:: Dataset entries ::

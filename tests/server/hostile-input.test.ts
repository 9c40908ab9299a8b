import request from 'supertest';
import { afterAll, beforeAll, describe, expect, it } from 'vitest';
import { apiErrorSchema } from '@shared/api/errors';
import { ApiClient, signedIn } from '../support/api-client';
import { makeFrame, makeProject, makeUser, makeWorkshop, sampleDocument, storedFrame } from '../support/factories';
import { createTestContext, truncateAll, type TestContext } from '../support/test-app';

// Requests a stranger can send to hurt the server: each one is refused with our JSON error shape and a 4xx,
// nothing stored changes, and nothing reaches the error log as unexpected.

let ctx: TestContext;
let owner: ApiClient;
let workshopId: string;
let projectId: string;
let frameId: string;

beforeAll(async () => {
  ctx = await createTestContext();
  await truncateAll(ctx.orm);
  const u = await makeUser(ctx.orm);
  const w = await makeWorkshop(ctx.orm, [{ user: u, role: 'owner' }]);
  const p = await makeProject(ctx.orm, w, { name: 'Bench' });
  workshopId = w.id;
  projectId = p.id;
  frameId = (await makeFrame(ctx.orm, p)).id;
  owner = await signedIn(ctx.app, u);
});
afterAll(() => ctx.close());

function expectClientError(res: request.Response, status: number | number[]) {
  expect([status].flat()).toContain(res.status);
  expect(res.headers['content-type']).toMatch(/application\/json/);
  apiErrorSchema.parse(res.body);
  expect(ctx.loggedErrors).toEqual([]);
}

const docWith = (patch: (d: Record<string, any>) => void) => {
  const d = structuredClone(sampleDocument(2, 'h')) as Record<string, any>;
  patch(d);
  return d;
};

describe('a frame document past the bounds', () => {
  it('a member end 1e12 mm away → 422 naming the field; the stored frame is unchanged', async () => {
    const before = await storedFrame(ctx.orm, frameId);
    const doc = docWith((d) => {
      delete d.members[0].length_mm;
      d.members[0].end = { offset_mm: 1e12 };
    });
    const res = await owner.put(`/api/frames/${frameId}/document`, { baseVersion: before.version, document: doc });
    expectClientError(res, 422);
    expect(res.body.error.fields).toHaveProperty(['document.members[0].end.offset_mm']);
    expect(await storedFrame(ctx.orm, frameId)).toEqual(before);
  });

  it('more members than a frame may have → 422 on document.members', async () => {
    const many = sampleDocument(1, 'm') as Record<string, any>;
    const member = many.members[0];
    many.members = Array.from({ length: 5001 }, (_, i) => ({ ...member, id: `m${i}` }));
    const res = await owner.post(`/api/projects/${projectId}/frames`, { name: 'Too many', document: many });
    expectClientError(res, 422);
    expect(res.body.error.fields).toHaveProperty(['document.members']);
  });

  it('datums chained past 1 km pass the schema, but the engine refuses the shop documents with 422 instead of working on them', async () => {
    const doc = docWith((d) => {
      d.datums = Array.from({ length: 20 }, (_, i) => ({ type: 'datum', id: `d${i}`, axis: 'x', ...(i > 0 ? { from: `d${i - 1}` } : {}), offset_mm: 100_000 }));
      d.members[0].start = { datum: 'd19', offset_mm: 0 };
    });
    const created = await owner.post(`/api/projects/${projectId}/frames`, { name: 'Far away', document: doc }).expect(201);
    const t0 = Date.now();
    const res = await owner.get(`/api/frames/${created.body.id}/shop/cut-list.csv`);
    expectClientError(res, 422);
    expect(JSON.stringify(res.body.error.fields)).toMatch(/members\[0\]/);
    expect(Date.now() - t0).toBeLessThan(5000);
  });
});

describe('text the database cannot store → 400 naming the field, nothing written', () => {
  it('a NUL in a project name', async () => {
    const res = await owner.post(`/api/workshops/${workshopId}/projects`, { name: 'Van\u0000 galley' });
    expectClientError(res, 400);
    expect(res.body.error.fields).toHaveProperty('name');
    const list = (await owner.get(`/api/workshops/${workshopId}/projects`).expect(200)).body as { name: string }[];
    expect(list.map((p) => p.name)).toEqual(['Bench']);
  });

  it('an unpaired surrogate in a member name inside a frame document (stored as jsonb)', async () => {
    const before = await storedFrame(ctx.orm, frameId);
    const doc = docWith((d) => {
      d.members[1].name = 'rail \uD800 left';
    });
    const res = await owner.put(`/api/frames/${frameId}/document`, { baseVersion: before.version, document: doc });
    expectClientError(res, 400);
    expect(res.body.error.fields).toHaveProperty(['document.members.1.name']);
    expect(await storedFrame(ctx.orm, frameId)).toEqual(before);
  });

  it('a NUL in an object key, and a lone low surrogate in a supplier note', async () => {
    const a = await owner.post(`/api/workshops/${workshopId}/projects`, { name: 'x', ['no\u0000te']: 1 });
    expectClientError(a, 400);
    const b = await owner.post(`/api/workshops/${workshopId}/suppliers`, { name: 'Bars', email: 'bars@example.test', notes: 'a\uDC00b' });
    expectClientError(b, 400);
    expect(b.body.error.fields).toHaveProperty('notes');
  });

  it('a body nested 10,000 levels deep', async () => {
    const deep = `${'{"a":'.repeat(10_000)}1${'}'.repeat(10_000)}`;
    const res = await owner.agent
      .post(`/api/workshops/${workshopId}/projects`)
      .set('X-CSRF-Token', owner.csrf as string)
      .set('Content-Type', 'application/json')
      .send(deep);
    expectClientError(res, 400);
  });

  it('a well-formed emoji (a surrogate pair) is kept', async () => {
    const res = await owner.post(`/api/workshops/${workshopId}/projects`, { name: 'Galley 🚐' }).expect(201);
    expect(res.body.name).toBe('Galley 🚐');
  });
});

describe('requests that do not decode → 4xx JSON, never 500', () => {
  it('GET /api/projects/%ff', async () => {
    expectClientError(await owner.get('/api/projects/%ff'), 400);
  });

  it('Content-Encoding: gzip on a plain JSON body', async () => {
    const res = await owner.agent
      .post(`/api/workshops/${workshopId}/projects`)
      .set('X-CSRF-Token', owner.csrf as string)
      .set('Content-Type', 'application/json')
      .set('Content-Encoding', 'gzip')
      .send('{"name":"plain"}');
    expectClientError(res, 400);
  });

  it('an unknown Content-Encoding → 400 (body-parser says 415)', async () => {
    const res = await owner.agent
      .post(`/api/workshops/${workshopId}/projects`)
      .set('X-CSRF-Token', owner.csrf as string)
      .set('Content-Type', 'application/json')
      .set('Content-Encoding', 'x-bogus')
      .send('{"name":"plain"}');
    expectClientError(res, [400, 415]);
  });

  it('a multipart body cut off in the middle of a part', async () => {
    const boundary = 'XyZ123';
    const body = `--${boundary}\r\nContent-Disposition: form-data; name="file"; filename="a.png"\r\nContent-Type: image/png\r\n\r\n\x89PNG partial`;
    const res = await owner.agent
      .post(`/api/projects/${projectId}/attachments`)
      .set('X-CSRF-Token', owner.csrf as string)
      .set('Content-Type', `multipart/form-data; boundary=${boundary}`)
      .send(body);
    expectClientError(res, 400);
  });

  it('a multipart header that is not one', async () => {
    const boundary = 'AbC';
    const body = `--${boundary}\r\nnot a header at all\r\n\r\nx\r\n--${boundary}--\r\n`;
    const res = await owner.agent
      .post(`/api/workshops/${workshopId}/offcuts/import`)
      .set('X-CSRF-Token', owner.csrf as string)
      .set('Content-Type', `multipart/form-data; boundary=${boundary}`)
      .send(body);
    expectClientError(res, 400);
  });

  it('a body larger than the limit → 413 in our shape', async () => {
    const res = await owner.post(`/api/workshops/${workshopId}/projects`, { name: 'x', notes: 'n'.repeat(3 * 1024 * 1024) });
    expectClientError(res, 413);
    expect(res.body.error.code).toBe('payload_too_large');
  });
});

describe('uploads and 404s', () => {
  it('an anonymous upload is refused (401) before its body is read; a stranger’s with the same 404 as a missing project', async () => {
    const anon = new ApiClient(ctx.app);
    await anon.fetchCsrf();
    const big = Buffer.alloc(5 * 1024 * 1024, 0x41);
    const a = await anon.agent.post(`/api/projects/${projectId}/attachments`).set('X-CSRF-Token', anon.csrf as string).attach('file', big, 'a.png');
    expectClientError(a, 401);
    const stranger = await signedIn(ctx.app, await makeUser(ctx.orm));
    const theirs = await stranger.agent.post(`/api/projects/${projectId}/attachments`).set('X-CSRF-Token', stranger.csrf as string).attach('file', Buffer.from('x'), 'a.png');
    const missing = await stranger.agent
      .post('/api/projects/00000000-0000-4000-8000-000000000000/attachments')
      .set('X-CSRF-Token', stranger.csrf as string)
      .attach('file', Buffer.from('x'), 'a.png');
    expectClientError(theirs, 404);
    expect(theirs.body).toEqual(missing.body);
  });

  it('a supplier of another workshop and one that does not exist give the same 404', async () => {
    const created = await owner.post(`/api/workshops/${workshopId}/suppliers`, { name: 'Bars Ltd', email: 'bars@example.test' }).expect(201);
    const stranger = await signedIn(ctx.app, await makeUser(ctx.orm));
    const theirs = await stranger.patch(`/api/suppliers/${created.body.id}`, { notes: 'x' });
    const missing = await stranger.patch('/api/suppliers/00000000-0000-4000-8000-000000000000', { notes: 'x' });
    expectClientError(theirs, 404);
    expect(theirs.body).toEqual(missing.body);
  });
});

:::

## Your instructions
Look through the data above and return exactly the lines from the one that contains "let owner: ApiClient;" to the one that contains "const p = await", inclusive, with nothing else.

## Result of this task
let owner: ApiClient;
let workshopId: string;
let projectId: string;
let frameId: string;

beforeAll(async () => {
  ctx = await createTestContext();
  await truncateAll(ctx.orm);
  const u = await makeUser(ctx.orm);
  const w = await makeWorkshop(ctx.orm, [{ user: u, role: 'owner' }]);
  const p = await makeProject(ctx.orm, w, { name: 'Bench' });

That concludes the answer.